When we requested an apartment in the city center of Rome, we did not think about trees. As in, we did not think we would be almost completely deprived of trees. But more or less, we are. 
On my way to visit my favorite art supply store, hair stylist or butcher, there is one, lone tree situated between two buildings. 


It reaches out for the sunlight and shades a few feet of sidewalk in the warmer months. To me, its insistence and resilience is a bit astonishing. 


I've come to think of this as 'my' tree. I am utterly charmed by it. I stop and regard its status on every walk I take near its vicinity. 

After several trips underneath it, over time, I noticed that there was a lot of bird poop on the ground underneath this tree. 

And eventually, I happened to notice a smushed fig on the ground, too. Ah, it's a fig tree!

Obviously, this tree has been in this location for some time, and the birds benefit - so much so that sighting any growing figs still on the branches is a challenge.

I can't really say for certain whether volunteer fig trees are considered problematic here, but what I have noticed in my city wanderings is that they tend to appear in assertive ways, and at least some are allowed to flourish, however impossibly.
Of course, it turns out that fig trees are ruggedly drought tolerant. They root VERY deeply.


A favorite small piazza near my apartment is in fact called Piazza del Fico. Old men sit underneath the lone fig tree and play chess. There is such regard for this tree that despite its age and sag, it is lashed to a building so that it remains upright and provides shade.
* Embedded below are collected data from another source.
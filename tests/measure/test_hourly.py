"""Hours are made of the readings that stand for them, and of nothing else; what comes late still changes them."""

from math import hypot, sqrt

import pytest
from hypothesis import given, settings
from hypothesis import strategies as st

from intervals import MARCH, interval
from motekeep.measure.hourly import HOUR_S, WINDOW_HOURS, Hour, Hourly, Sample, sample_of, summarise
from motekeep.measure.interval import FrameCount
from motekeep.measure.reading import (
    FAIL,
    MISSING,
    NOT_EVALUATED,
    PASS,
    SUSPECT,
    Corrected,
    Value,
    make_reading,
    uncorrected,
)

START = MARCH
FIRST = int(START // HOUR_S)


def sample(
    minute: int,
    value: float | None = 10.0,
    *,
    flag: int = PASS,
    reasons: tuple[str, ...] = (),
    u: float | None = 1.0,
    u_random: float | None = 0.6,
    good: float = 1.0,
    asleep: bool = False,
) -> Sample:
    figures = {} if asleep else {"pm2_5": Value(value, value, u, u_random)}
    measured = 0.0 if asleep else 60.0 * good
    return Sample(START + 60.0 * minute, 60.0, measured, 60.0 if asleep else 0.0, flag, reasons, figures)


def hours(*samples: Sample, until: float = 1.0) -> list[Hour]:
    hourly = Hourly()
    for s in samples:
        assert hourly.add(s)
    return hourly.due(START + until * HOUR_S)


def one(*samples: Sample) -> Hour:
    (hour,) = hours(*samples)
    return hour


# -- completeness --------------------------------------------------------------------


@pytest.mark.parametrize(("minutes", "there"), [(44, False), (45, True), (60, True)])
def test_an_hour_needs_three_quarters_of_its_minutes(minutes: int, there: bool) -> None:
    figure = one(*[sample(m) for m in range(minutes)]).figures["pm2_5"]
    assert (figure.mean is not None) is there
    assert figure.completeness == pytest.approx(minutes / 60)


def test_minutes_with_half_of_their_frames_count_half() -> None:
    figure = one(*[sample(m, good=0.5) for m in range(60)]).figures["pm2_5"]
    assert figure.mean is None
    assert figure.completeness == pytest.approx(0.5)


def test_sleep_by_duty_is_not_due() -> None:
    """Nine of ten minutes asleep and each waking minute measured: the hour is complete."""
    figure = one(*[sample(m, asleep=m % 10 != 0, value=10.0 if m % 10 == 0 else None) for m in range(60)]).figures[
        "pm2_5"
    ]
    assert figure.completeness == 1.0
    assert figure.mean == 10.0


def test_an_hour_slept_through_has_no_value() -> None:
    hour = one(*[sample(m, None, asleep=True, flag=MISSING, reasons=("asleep",)) for m in range(60)])
    assert hour.flag == MISSING
    assert hour.figures == {}
    assert hour.reasons == ("asleep",)


# -- what is averaged --------------------------------------------------------------------


def test_failed_minutes_are_left_out_and_suspect_ones_used() -> None:
    minutes = [sample(m, 10.0) for m in range(40)]
    minutes += [sample(m, 30.0, flag=SUSPECT) for m in range(40, 50)]
    minutes += [sample(m, 900.0, flag=FAIL) for m in range(50, 60)]
    hour = one(*minutes)
    assert hour.figures["pm2_5"].mean == pytest.approx(14.0)
    assert hour.figures["pm2_5"].completeness == pytest.approx(50 / 60)
    assert hour.flag == PASS


def test_more_than_a_quarter_suspect_makes_the_hour_suspect() -> None:
    minutes = [sample(m, flag=SUSPECT if m < 16 else PASS) for m in range(60)]
    assert one(*minutes).flag == SUSPECT
    minutes = [sample(m, flag=SUSPECT if m < 15 else PASS) for m in range(60)]
    assert one(*minutes).flag == PASS


def test_raw_and_corrected_figures_are_never_averaged_together() -> None:
    corrected = [sample(m, 10.0) for m in range(50)]
    raw = [sample(m, 50.0, u=None, u_random=None, flag=SUSPECT) for m in range(50, 60)]
    hour = one(*corrected, *raw)
    assert hour.figures["pm2_5"].mean == 10.0
    assert hour.figures["pm2_5"].u is not None
    half = one(*[sample(m, u=None if m < 31 else 1.0) for m in range(60)])
    assert half.figures["pm2_5"].mean is None


def test_an_uncalibrated_hour_is_not_evaluated_and_has_no_u() -> None:
    hour = one(*[sample(m, u=None, u_random=None, flag=NOT_EVALUATED) for m in range(60)])
    assert hour.flag == NOT_EVALUATED
    assert hour.figures["pm2_5"].u is None


def test_an_hour_that_lost_its_highest_minutes_to_saturation_is_suspect() -> None:
    """The censored minutes have no number to average; what is left is a lower bound and must not pass as more."""
    minutes = [sample(m) for m in range(55)]
    minutes += [sample(m, None, flag=FAIL, reasons=("coincidence-censored",)) for m in range(55, 60)]
    hour = one(*minutes)
    assert hour.figures["pm2_5"].mean == 10.0
    assert hour.figures["pm2_5"].completeness == pytest.approx(55 / 60)
    assert hour.flag == SUSPECT
    assert "coincidence-censored" in hour.reasons


def test_a_channel_that_was_censored_all_hour_is_there_without_a_mean() -> None:
    hour = one(*[sample(m, None, flag=FAIL, reasons=("coincidence-censored",)) for m in range(60)])
    assert (hour.figures["pm2_5"].mean, hour.figures["pm2_5"].completeness, hour.flag) == (None, 0.0, MISSING)


def test_reasons_are_listed_from_frequent_to_rare() -> None:
    minutes = [
        sample(m, reasons=("rare",) if m < 3 else ("often", "quite") if m < 20 else ("often",)) for m in range(60)
    ]
    assert one(*minutes).reasons == ("often", "quite", "rare")


# -- uncertainty --------------------------------------------------------------------


def test_the_random_part_averages_out_and_the_common_part_stays() -> None:
    figure = one(*[sample(m, u=1.0, u_random=0.6) for m in range(60)]).figures["pm2_5"]
    assert figure.u == pytest.approx(hypot(0.6 / sqrt(60), 0.8))


def test_without_a_random_part_nothing_averages_out() -> None:
    assert one(*[sample(m, u_random=None) for m in range(60)]).figures["pm2_5"].u == pytest.approx(1.0)


def test_what_was_not_seen_of_an_hour_makes_its_mean_less_sure() -> None:
    def u_of(minutes: range) -> float:
        u = one(*[sample(m, 10.0 + 5.0 * (-1) ** m, u_random=0.0, u=1.0) for m in minutes]).figures["pm2_5"].u
        assert u is not None
        return u

    assert u_of(range(60)) == pytest.approx(1.0)
    # sd 5.056, n 46: 5.056 / sqrt(46) * sqrt(1 - 46/60) = 0.360
    assert u_of(range(46)) == pytest.approx(hypot(1.0, 0.360), rel=1e-3)


# -- in time --------------------------------------------------------------------


def test_an_hour_is_given_once_when_it_is_over() -> None:
    hourly = Hourly()
    for m in range(60):
        hourly.add(sample(m))
        assert hourly.due(START + 60.0 * (m + 1) - 1.0) == []
    assert [h.start for h in hourly.due(START + HOUR_S)] == [START]
    assert hourly.due(START + HOUR_S + 60.0) == []


def test_hours_without_a_reading_are_not_invented() -> None:
    hourly = Hourly()
    hourly.add(sample(0))
    hourly.add(sample(300))
    assert [h.start for h in hourly.due(START + 10 * HOUR_S)] == [START, START + 5 * HOUR_S]


def test_the_same_reading_twice_counts_once() -> None:
    hourly = Hourly()
    for _ in range(2):
        for m in range(60):
            hourly.add(sample(m))
    (hour,) = hourly.due(START + HOUR_S)
    assert hour.figures["pm2_5"].completeness == 1.0


def test_a_late_amendment_takes_minutes_out_of_an_hour_that_was_given() -> None:
    hourly = Hourly()
    for m in range(180):
        hourly.add(sample(m, 10.0 if m % 60 < 50 else 40.0))
    before = hourly.due(START + 3 * HOUR_S)
    assert [h.figures["pm2_5"].mean for h in before] == pytest.approx([15.0] * 3)
    amended = hourly.amend(START + 50 * 60.0, START + 60 * 60.0, FAIL, ["fan-stopped"])
    assert amended == 10
    after = hourly.due(START + 3 * HOUR_S)
    assert [h.start for h in after] == [START, START + HOUR_S, START + 2 * HOUR_S]  # the later two by their NowCast
    assert after[0].figures["pm2_5"].mean == pytest.approx(10.0)
    assert "fan-stopped" in after[0].reasons
    assert after[1].figures["pm2_5"].mean == pytest.approx(15.0)
    assert after[1].figures["pm2_5"].nowcast != before[1].figures["pm2_5"].nowcast
    assert hourly.due(START + 3 * HOUR_S) == []


def test_an_amendment_never_makes_a_flag_better() -> None:
    hourly = Hourly()
    for m in range(60):
        hourly.add(sample(m, flag=FAIL))
    hourly.amend(START, START + HOUR_S, SUSPECT, ["fan-weak"])
    assert hourly.due(START + HOUR_S)[0].figures["pm2_5"].mean is None


def test_a_late_reading_completes_an_hour() -> None:
    hourly = Hourly()
    for m in range(40):
        hourly.add(sample(m))
    assert hourly.due(START + HOUR_S)[0].figures["pm2_5"].mean is None
    for m in range(40, 60):
        hourly.add(sample(m))
    (hour,) = hourly.due(START + HOUR_S)
    assert hour.figures["pm2_5"].mean == 10.0


def test_a_clock_that_is_put_back_forgets_what_it_stamped_too_late() -> None:
    hourly = Hourly()
    year = 365 * 24 * 60
    for m in range(60):
        hourly.add(sample(m + year))
    hourly.due(START + 366 * 86400.0)
    hourly.due(START)
    for m in range(60):
        assert hourly.add(sample(m))
    assert [h.start for h in hourly.due(START + HOUR_S)] == [START]


def test_memory_holds_two_days_and_no_more() -> None:
    hourly = Hourly()
    for h in range(60):
        for m in range(60):
            hourly.add(sample(60 * h + m))
        hourly.due(START + (h + 1) * HOUR_S)
    assert not hourly.add(sample(0))
    assert hourly.amend(START, START + 60 * HOUR_S, FAIL, ["x"]) == WINDOW_HOURS * 60
    assert len(hourly.state()) < 700_000


def test_a_wild_clock_cannot_fill_memory() -> None:
    hourly = Hourly()
    for m in range(5000):
        hourly.add(sample(60 * m))
    assert len(hourly.state()) < 20_000


# -- what follows from means --------------------------------------------------------------------


def test_the_day_needs_eighteen_hours_and_takes_those_that_are_there() -> None:
    hourly = Hourly()
    for h in range(18):
        for m in range(60):
            hourly.add(sample(60 * h + m, float(h)))
        given = hourly.due(START + (h + 1) * HOUR_S)[-1].figures["pm2_5"]
        assert given.hours_24h == h + 1
        assert given.mean_24h == (pytest.approx(8.5) if h == 17 else None)


def test_nowcast_and_index_follow_the_hours() -> None:
    hourly = Hourly()
    for h, c in enumerate([50, 80, 75, 90, 82, 53, 64, 74, 21, 10, 16, 13]):
        for m in range(60):
            hourly.add(sample(60 * h + m, float(c)))
    figure = hourly.due(START + 12 * HOUR_S)[-1].figures["pm2_5"]
    assert figure.nowcast == 17.4
    assert figure.aqi is not None
    assert figure.aqi.category == "moderate"


def test_a_single_hour_has_no_nowcast() -> None:
    assert one(*[sample(m) for m in range(60)]).figures["pm2_5"].nowcast is None


# -- after a restart --------------------------------------------------------------------


@settings(max_examples=15, deadline=None)
@given(st.data())
def test_what_was_stored_goes_on_as_if_nothing_had_happened(data: st.DataObject) -> None:
    kinds = st.tuples(
        st.none() | st.floats(0.0, 500.0),
        st.sampled_from([PASS, NOT_EVALUATED, SUSPECT, FAIL, MISSING]),
        st.sampled_from([(), ("fog",), ("incomplete", "humidity-high")]),
        st.none() | st.floats(0.0, 5.0),
    )
    drawn = data.draw(st.lists(kinds, min_size=1, max_size=150))
    stop = data.draw(st.integers(0, len(drawn)))
    whole, first = Hourly(), Hourly()
    for m, (value, flag, reasons, u) in enumerate(drawn):
        whole.add(sample(m, value, flag=flag, reasons=reasons, u=u, u_random=u))
        if m < stop:
            first.add(sample(m, value, flag=flag, reasons=reasons, u=u, u_random=u))
    whole.due(START + HOUR_S)
    first.due(START + HOUR_S)
    second = Hourly.restored(first.state())
    for m, (value, flag, reasons, u) in enumerate(drawn[stop:], stop):
        second.add(sample(m, value, flag=flag, reasons=reasons, u=u, u_random=u))
    end = FIRST + 3
    whole.due(end * HOUR_S)
    second.due(end * HOUR_S)
    for number in range(FIRST, end):
        assert second.hour(number) == whole.hour(number)


@pytest.mark.parametrize(
    "state",
    [
        "",
        "{}",
        "[]",
        "null",
        '{"version": 2}',
        '{"version":1,"closed":0,"reasons":[[]],"hours":{"1":"AAAA"}}',
        "[" * 9999,
    ],
)
def test_a_damaged_state_is_refused_by_one_error(state: str) -> None:
    with pytest.raises(ValueError, match=r".+"):
        Hourly.restored(state)


# -- from readings --------------------------------------------------------------------


def test_a_reading_weighs_as_the_time_it_measured() -> None:
    reading = make_reading(interval(frames=FrameCount(45, 5, 10)), uncorrected, {})
    made = sample_of(reading)
    assert made.measured_s == pytest.approx(45.0)
    assert made.figures["pm2_5"].value == 12.0
    assert made.flag == NOT_EVALUATED


def test_a_reading_of_a_sleeping_sensor_is_not_due() -> None:
    reading = make_reading(interval(layout=None, frames=FrameCount(0, 0, 0), asleep_s=60.0), uncorrected, {})
    made = sample_of(reading)
    assert (made.asleep_s, made.measured_s, made.flag) == (60.0, 0.0, MISSING)


def test_channels_are_judged_each_by_itself() -> None:
    def corrected(_: object) -> Corrected:
        return Corrected((Value(1.0, 1.0, 0.1), Value(2.0, None, None), Value(3.0, 3.0, None)), SUSPECT, ("x",))

    samples = [sample_of(make_reading(interval(at=START + 60.0 * m), corrected, {})) for m in range(60)]
    means = summarise(samples).means
    assert means["pm1"][:2] == (1.0, pytest.approx(0.1))
    assert means["pm2_5"][0] is None
    assert means["pm10"][:2] == (3.0, None)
Look closely for the tether above the extreme bend in the trunk, below:



By now, you are probably recalling that the fig leaf is the historically understood way to make a frontal image of a nude human being more PG. And quite rightly so, as its size covers a lot of area. 


Upon delving further into the topic for a book structures project (when we are conversing in person, ask me more about this, as I could show you the result), I found that the humble fig has an extraordinary history. 
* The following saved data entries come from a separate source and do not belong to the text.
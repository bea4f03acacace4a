"""NowCast and index hold for any hours; the published values are checked in tests/outside."""

import pytest
from hypothesis import given, settings
from hypothesis import strategies as st

from motekeep.measure.air_quality import (
    CATEGORIES,
    PM2_5_1999,
    PM2_5_2012,
    PM2_5_2024,
    PM10_2024,
    BreakpointTable,
    air_quality_index,
    cut,
    day_mean,
    nowcast,
)

hours = st.lists(st.none() | st.floats(0.0, 1000.0), max_size=12)


@settings(max_examples=40, deadline=None)
@given(hours)
def test_a_nowcast_lies_between_the_hours_it_is_made_of(given_hours: list[float | None]) -> None:
    got = nowcast(given_hours)
    there = [c for c in given_hours if c is not None]
    if sum(c is not None for c in given_hours[:3]) < 2:
        assert got is None
    else:
        assert got is not None
        assert min(there) - 1e-9 <= got <= max(there) + 1e-9


def test_negative_hours_count_as_zero() -> None:
    assert nowcast([-3.0, 10.0, 10.0]) == nowcast([0.0, 10.0, 10.0])
    assert nowcast([-3.0, -1.0, -2.0]) == 0.0


def test_hours_beyond_the_twelfth_do_not_count() -> None:
    assert nowcast([10.0] * 12 + [900.0]) == pytest.approx(10.0)


@pytest.mark.parametrize("table", [PM2_5_2024, PM10_2024, PM2_5_2012, PM2_5_1999])
@settings(max_examples=40, deadline=None)
@given(st.floats(0.0, 700.0), st.floats(0.0, 700.0))
def test_an_index_never_falls_with_more_dust(table: BreakpointTable, a: float, b: float) -> None:
    low, high = sorted((a, b))
    below, above = air_quality_index(low, table), air_quality_index(high, table)
    assert below.index <= above.index
    assert CATEGORIES.index(below.category) <= CATEGORIES.index(above.category)


@pytest.mark.parametrize("table", [PM2_5_2024, PM10_2024, PM2_5_2012, PM2_5_1999])
def test_the_bands_of_a_table_join_without_a_gap(table: BreakpointTable) -> None:
    for lower, upper in zip(table.bands, table.bands[1:], strict=False):
        assert upper.low == pytest.approx(lower.high + table.step)
        assert upper.index_low == lower.index_high + 1


def test_categories_change_where_the_index_passes_50_100_150_200_300() -> None:
    seen = {}
    for tenth in range(6000):
        got = air_quality_index(tenth / 10, PM2_5_2024)
        seen.setdefault(got.category, got.index)
    assert list(seen.items()) == list(zip(CATEGORIES, [0, 51, 101, 151, 201, 301], strict=True))


@settings(max_examples=40, deadline=None)
@given(st.integers(0, 10000))
def test_cutting_to_a_tenth_leaves_tenths_alone(tenths: int) -> None:
    assert cut(tenths / 10, 0.1) == tenths / 10


def test_a_day_of_no_hours_has_no_mean() -> None:
    assert day_mean([]) is None
    assert day_mean([5.0] * 24 + [900.0]) == 5.0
Not only did the twins Romulus and Remus survive their mythic abandonment - set adrift in a basket on the Tiber, only to arrive here and be suckled by a she-wolf (or a prostitute, we will never be certain, except that the Italian term is the same for both creatures) - courtesy of a wild animal, they were also sated by figs from a tree on the river shoreline.

Augustus Caesar made sure to plant sacred fig trees on and around the Capitoline hill. They were always revered during the festival known as the Lupercalia (remember the twins' story above, and that the term for both wolf and prostitute is 'lupo' (m) or lupa' (f)). 
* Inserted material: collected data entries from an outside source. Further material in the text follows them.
def test_a_wake_holds_plateau_and_shortfall_of_each_small_channel() -> None:
    rng = np.random.default_rng(4000)
    seen = [wake(Air(20_000.0), rng) for _ in range(60)]
    assert seen[0].levels[0] == pytest.approx(20_006.0, rel=0.03)
    assert (seen[0].frames, seen[0].seconds) == (70, 70.0)
    assert [s.size_um for s in seen[0].shortfalls] == [0.3, 0.5]
    # (1 + 7/5.4)^-2 of what is missing, and a little less for the plateau that begins at 20 s
    for index, missing in ((0, 0.34), (1, 0.5)):
        assert np.mean([w.shortfalls[index].share for w in seen]) == pytest.approx(0.2 * missing, rel=0.25)
    assert np.mean([w.deficit_s for w in seen]) == pytest.approx(0.34 * 5.0, rel=0.2)


def test_the_stated_variance_is_that_of_counting() -> None:
    rng = np.random.default_rng(4001)
    shares = [[s.share for s in w.shortfalls] for w in (wake(Air(2000.0), rng) for _ in range(300))]
    stated = [s.variance for s in wake(Air(2000.0), rng).shortfalls]
    assert np.var(shares, axis=0) == pytest.approx([v - GUST * GUST for v in stated], rel=0.3)


def test_air_that_changes_while_it_is_looked_at_says_nothing_of_the_fan() -> None:
    watch = WakeWatch(0.1, 1.0)
    watch.line(LineState.ASLEEP, at(NOW - 600.0))
    watch.line(LineState.AWAKE, at(NOW))
    rng = np.random.default_rng(4002)
    plume = [replace(f, counts=tuple(c * (1.0 + (age > 60.0)) for c in f.counts)) for age, f in frames(Air(), rng, 1.0)]
    seen = [watch.observe(Observation(f, at(NOW + 1.0 + n))) for n, f in enumerate(plume)]
    [found] = [w for w in seen if w is not None]
    assert found.shortfalls == ()


def test_a_sensor_that_goes_back_to_sleep_after_a_minute_has_been_looked_at_too() -> None:
    watch = WakeWatch(0.1, 1.0)
    rng = np.random.default_rng(4003)
    watch.line(LineState.ASLEEP, at(NOW - 600.0))
    watch.line(LineState.AWAKE, at(NOW))
    for age, frame in frames(Air(), rng, 1.0):
        if age <= 60.0:
            assert watch.observe(Observation(frame, at(NOW + age))) is None
    seen = watch.line(LineState.ASLEEP, at(NOW + 60.5))
    assert seen is not None
    assert seen.seconds == 40.0
    assert not watch.looking


@pytest.mark.parametrize("state", [LineState.OPENED, LineState.GONE])
def test_a_line_that_was_lost_ends_the_look(state: LineState) -> None:
    watch = WakeWatch(0.1, 1.0)
    watch.line(LineState.ASLEEP, at(NOW - 600.0))
    watch.line(state, at(NOW - 300.0))
    watch.line(LineState.AWAKE, at(NOW))
    assert not watch.looking


def test_masses_are_looked_at_where_there_are_no_counts() -> None:
    layout: Layout = AA
    watch = WakeWatch(0.1, 1.0)
    watch.line(LineState.ASLEEP, at(NOW - 600.0))
    watch.line(LineState.AWAKE, at(NOW))
    seen = None
    for second in range(1, 96):
        mass = 40.0 * (1.0 - 0.4 * np.exp(-second / 5.4))
        seen = watch.observe(Observation(Frame(layout, (mass, mass), (), b""), at(NOW + second))) or seen
    assert seen is not None
    [shortfall] = seen.shortfalls
    assert (shortfall.size_um, round(float(shortfall.share), 2)) == (0.0, 0.09)


# -- the lesson ---------------------------------------------------------------------------------------------------


def test_what_is_usual_is_learnt_in_some_days_and_stands_still() -> None:
    rng = np.random.default_rng(4010)
    lesson = SpinUpLesson()
    learnt_after = None
    for one in wakes(Air(), rng, 30.0, 12):
        lesson.wake(one)
        if learnt_after is None and lesson.part() is not None:
            learnt_after = (one.at.utc - NOW) / DAY_S
    part = lesson.part()
    assert part is not None
    assert learnt_after is not None
    assert 3.0 <= learnt_after <= 15.0
    assert part.u <= SpinUpLesson.ENOUGH
    assert part.shortfalls == pytest.approx((0.075, 0.115), abs=0.025)
    for one in wakes(Air(flow=0.5), rng, 10.0, 12, NOW + 40.0 * DAY_S):
        lesson.wake(one)
    assert lesson.part() == part


def test_it_is_learnt_anew_after_a_new_fan_and_not_after_a_note() -> None:
    assert ServiceKind.FAN_REPLACED in SpinUpLesson.begun_again_by
    assert ServiceKind.UNIT_REPLACED in SpinUpLesson.begun_again_by
    assert ServiceKind.NOTE not in SpinUpLesson.begun_again_by
    lesson = taught()
    lesson.forget()
    assert lesson.part() is None


def test_a_cell_that_is_not_flushed_is_never_taken_as_usual() -> None:
    """Flush in 3 to 12 s: 5 to 20 cm3 at 0.1 L/min, computed. With 120 s half of everything is missing all along."""
    rng = np.random.default_rng(4012)
    lesson = SpinUpLesson()
    for one in wakes(Air(40_000.0, flush_s=120.0, old=1.0), rng, 12.0, 12):
        lesson.wake(replace(one, shortfalls=tuple(replace(s, share=s.share + 0.4) for s in one.shortfalls)))
    assert lesson.part() is None


def test_sleeps_of_another_length_do_not_count_until_they_are_the_rule() -> None:
    rng = np.random.default_rng(4013)
    part = usual()
    assert part.excess(wake(Air(), rng, asleep_s=1800.0)) is None
    assert part.excess(wake(Air(), rng, asleep_s=630.0)) is not None
    lesson = taught()
    for n in range(SpinUpLesson.OTHER_LENGTH):
        assert lesson.part() is not None
        lesson.wake(wake(Air(), rng, NOW + 50.0 * DAY_S + 600.0 * n, asleep_s=1800.0))
    assert lesson.part() is None


@pytest.mark.parametrize("days", [2.5, 30.0])
def test_what_was_gathered_and_what_was_learnt_survive_a_restart(days: float) -> None:
    rng = np.random.default_rng(4014)
    before, after = SpinUpLesson(), SpinUpLesson()
    for one in wakes(Air(), rng, days, 12):
        before.wake(one)
    notes = json.loads(json.dumps(before.notes()))
    after.recall(notes)
    assert after.part() == before.part()
    assert json.loads(json.dumps(after.notes())) == notes


@pytest.mark.parametrize(
    "notes",
    [{}, {"sizes": "x"}, {"sizes": [0.3], "blocks": [1.0]}, {"sizes": [0.3], "known": [0] * 6, "shortfalls": [1]}],
)
def test_notes_that_make_no_sense_begin_anew(notes: dict[str, object]) -> None:
    lesson = SpinUpLesson()
    lesson.recall(notes)  # type: ignore[arg-type]
    assert lesson.part() is None


def test_what_a_weak_fan_adds_grows_with_sleep_and_size() -> None:
    assert added(0.3, 600.0) == pytest.approx(0.03, abs=0.01)
    assert added(0.5, 600.0) > 1.3 * added(0.3, 600.0)
    assert added(0.3, 60.0) < 0.25 * added(0.3, 600.0)


# -- the weak fan -------------------------------------------------------------------------------------------------


def weakened(rng: np.random.Generator, air: Air, days: float, a_day: int = 12) -> tuple[FanWeakByWakes, float | None]:
    """A check that has learnt what is usual, after so many days of such air; when it spoke, in days."""
    check = FanWeakByWakes()
    check.learnt({"spin_up": usual()})
    spoke = None
    for one in wakes(air, rng, days, a_day, NOW + 40.0 * DAY_S):
        check.wake(one)
        if spoke is None and check.judge(one.at) is not None:
            spoke = (one.at.utc - NOW) / DAY_S - 40.0
    return check, spoke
Romans believed that the fig tree could thwart deadly lightening in a storm. 

Adam and Eve never picked an apple from the Tree of Knowledge (wrong part of the world for apples!), but instead, probably sampled figs from that tree before being cast out of the Garden. 

Jesus Christ is described as having cursed a fig tree, causing it to wither. 

Judas hung himself - in shame and despondency, following his treachery - from a fig tree. 

Mohammed insisted that every man in possession of a fig tree was a man with wealth. 

Buddha reached enlightenment underneath....sure, you guessed it, a fig tree. 

Here is a small watercolor on parchment by artist Giovanna Garzoni (1600-1670), one of the rare female painters to be represented in the famous Medici family's collection of curiosities. She has to have had either a steady collection of figs she could rotate in and out while painting from this still life, or she was a fast painter. To get watercolor to dry on this unique surface, she had to apply it in thin washes and tiny dots.

If you have a fig tree, you are a fortunate person. If it is bountiful, you are of course a fortunate person with a lot of fig-loving friends, probably, eager to arrive for that short window of time to harvest, process and enjoy the fruit.
If you have a farmer's market and you encounter figs for sale, buy a few and (carefully!) bring them home. 
Slice them open. Regard their unique structures. They are beautiful! Look for waspy remains. 
Reflect on their longstanding relationship to - and widely varied meaning for - humankind.

When you eat a fig, you are not only 'cool,' you are partaking in a deep history of rescue, protection, risk, nourishment and abundance.